Perhaps more famous than the “everciduous” trees are the evergreens, a group that includes pines, cedars, hemlocks, and spruces. These trees keep their green leaves (called needles) all year long. Instead of shutting down the production of chlorophyll in the winter months, many evergreens continue to produce and benefit from the chemical, one of the necessary ingredients for photosynthesis. With the energy they produce throughout the winter through photosynthesis, evergreens are able to maintain their needles, which allows them to return to full-capacity energy production immediately when spring rolls around. However, some evergreens do cease photosynthesis during the winter months. These evergreens are usually found at higher altitudes, where the soil isn’t as rich in nutrients. The needles of evergreens are able to store vast quantities of nutrients the trees need to survive. These nutrients are typically already scarce in soils at higher altitudes and even harder to access during the winter months due to the cold temperatures. During this time, evergreens are able to use the nutrients stored in their needled to compensate for the lack of nutrients available in the soil around them. The needle-shaped leaves of conifers also help the tree retain water throughout the season by producing a chemical called cutin, a wax-like substance that traps fluids in the needles and protects them from damage. The needles also produce proteins that act like antifreeze by binding to ice crystals, inhibiting their growth and preventing ice damage. These adaptations are also what allow conifers to succeed in drier climates, like Utah.
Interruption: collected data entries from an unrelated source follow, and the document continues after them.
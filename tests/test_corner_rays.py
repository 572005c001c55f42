"""A shield's and a metal plate's factor for an extended source: all corners at once.

Both take, per field point, the largest factor over the rays from the eight corners of
the source's cube (``source_extent_m``).  They evaluate the eight rays of every point in
one call; the straightforward form, one call per corner and the running maximum, is the
reference here.  The factor is computed ray by ray, so the two agree to rounding (1e-12).
"""

from __future__ import annotations

from pathlib import Path

import numpy as np
import pytest

from keepclear.fields import diffraction
from keepclear.fields.scenario import load_scenario

SCENARIOS = Path(__file__).resolve().parents[1] / "scenarios"


def _points(rng: np.random.Generator, n: int = 3000) -> np.ndarray:
    # around the bench and the table: in front of, beside and behind the sheets
    return rng.uniform([-2.0, -2.0, 0.05], [3.0, 3.0, 2.5], size=(n, 3))


@pytest.mark.parametrize("extent_m", [0.0, 0.16])
def test_shield_corners_at_once_equal_one_corner_at_a_time(extent_m):
    scenario = load_scenario(SCENARIOS / "screened-waveguide-bench.toml")
    shield = scenario.shields[0]
    source = np.array([0.0, 0.0, 1.0])
    pts = _points(np.random.default_rng(3))
    axes = np.column_stack([shield.width_axis, shield.height_axis, shield.normal])
    starts = np.broadcast_to(source, pts.shape)
    slow = np.zeros(pts.shape[0])
    for offset in diffraction.cube_offsets(extent_m, axes):
        slow = np.maximum(slow, shield._factor_from(starts + offset, pts))
    fast = shield.amplitude_factor(source, pts, source_extent_m=extent_m)
    assert np.any(slow < 0.5) and np.any(slow == 1.0)  # shadowed and clear rays both tried
    np.testing.assert_allclose(fast, slow, rtol=0, atol=1e-12)


@pytest.mark.parametrize("extent_m", [0.0, 0.16])
def test_plate_obstacle_corners_at_once_equal_one_corner_at_a_time(extent_m):
    scenario = load_scenario(SCENARIOS / "tabletop-box-room.toml")
    cabinet = next(r for r in scenario.reflectors if r.is_obstacle)
    source = np.array([0.0, 0.0, 0.85])
    f_hz = scenario.frequency_hz
    pts = _points(np.random.default_rng(4))
    axes = np.column_stack([cabinet.width_axis, cabinet.height_axis, cabinet.normal])
    slow = np.zeros(pts.shape[0])
    for offset in diffraction.cube_offsets(extent_m, axes):
        geo = cabinet._crossing(np.broadcast_to(source + offset, pts.shape), pts, f_hz)
        f = np.ones(pts.shape[0])
        if geo.crossing.any():
            f[geo.crossing] = diffraction.obstacle_factor(geo.nu[:, geo.crossing])
        slow = np.maximum(slow, f)
    fast = cabinet.obstacle_factor(source, pts, f_hz, source_extent_m=extent_m)
    assert np.any(slow < 0.5) and np.any(slow == 1.0)
    np.testing.assert_allclose(fast, slow, rtol=0, atol=1e-12)


def test_rays_clear_of_the_plane_are_not_asked_and_the_rest_are():
    # A source 0.1 m in front of the cabinet side, its 0.16 m cube straddling the plane:
    # some corners' rays cross it from both sides; field points on the plane, a rounding
    # away from it, and well clear of it on both sides.  Only the rays whose end and every
    # corner lie on one side, clear of the plane, may skip the factor (it is 1 there), so
    # the answer is the one-corner-at-a-time maximum everywhere.
    scenario = load_scenario(SCENARIOS / "tabletop-box-room.toml")
    cabinet = next(r for r in scenario.reflectors if r.is_obstacle)
    f_hz = scenario.frequency_hz
    rng = np.random.default_rng(5)
    pts = _points(rng, 2000)
    on_plane = pts[:300].copy()
    on_plane[:, 1] = cabinet.point_m[1]
    nearly = pts[300:600].copy()
    nearly[:, 1] = cabinet.point_m[1] + rng.choice([-1e-12, 1e-12, -1e-9, 1e-9], 300)
    pts = np.vstack([on_plane, nearly, pts[600:]])
    axes = np.column_stack([cabinet.width_axis, cabinet.height_axis, cabinet.normal])
    for source, across in ((np.array([0.8, 0.8, 0.9]), True), (np.array([0.0, 0.0, 0.85]), False)):
        slow = np.zeros(pts.shape[0])
        for offset in diffraction.cube_offsets(0.16, axes):
            geo = cabinet._crossing(np.broadcast_to(source + offset, pts.shape), pts, f_hz)
            f = np.ones(pts.shape[0])
            if geo.crossing.any():
                f[geo.crossing] = diffraction.obstacle_factor(geo.nu[:, geo.crossing])
            slow = np.maximum(slow, f)
        fast = cabinet.obstacle_factor(source, pts, f_hz, source_extent_m=0.16)
        if across:  # a corner's ray on each side of the plane: one never crosses, no credit
            assert np.all(slow >= 1.0)
        else:
            assert np.any(slow < 0.5) and np.any(slow == 1.0)
        np.testing.assert_allclose(fast, slow, rtol=0, atol=1e-12)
The cutin they produce to retain water works in cold and hot months, lending itself to the trees’ survival all throughout the year.

There are evolutionary advantages in keeping leaves or in dropping them and the evolutionary pathways of tree species depend on the climate in which they find themselves. Deciduous trees found themselves in situations where it was more appropriate to shed their leaves and wait winters out in a dormant state while evergreens found a different way to pass their winters by. Both are marvelous examples of the natural world at work!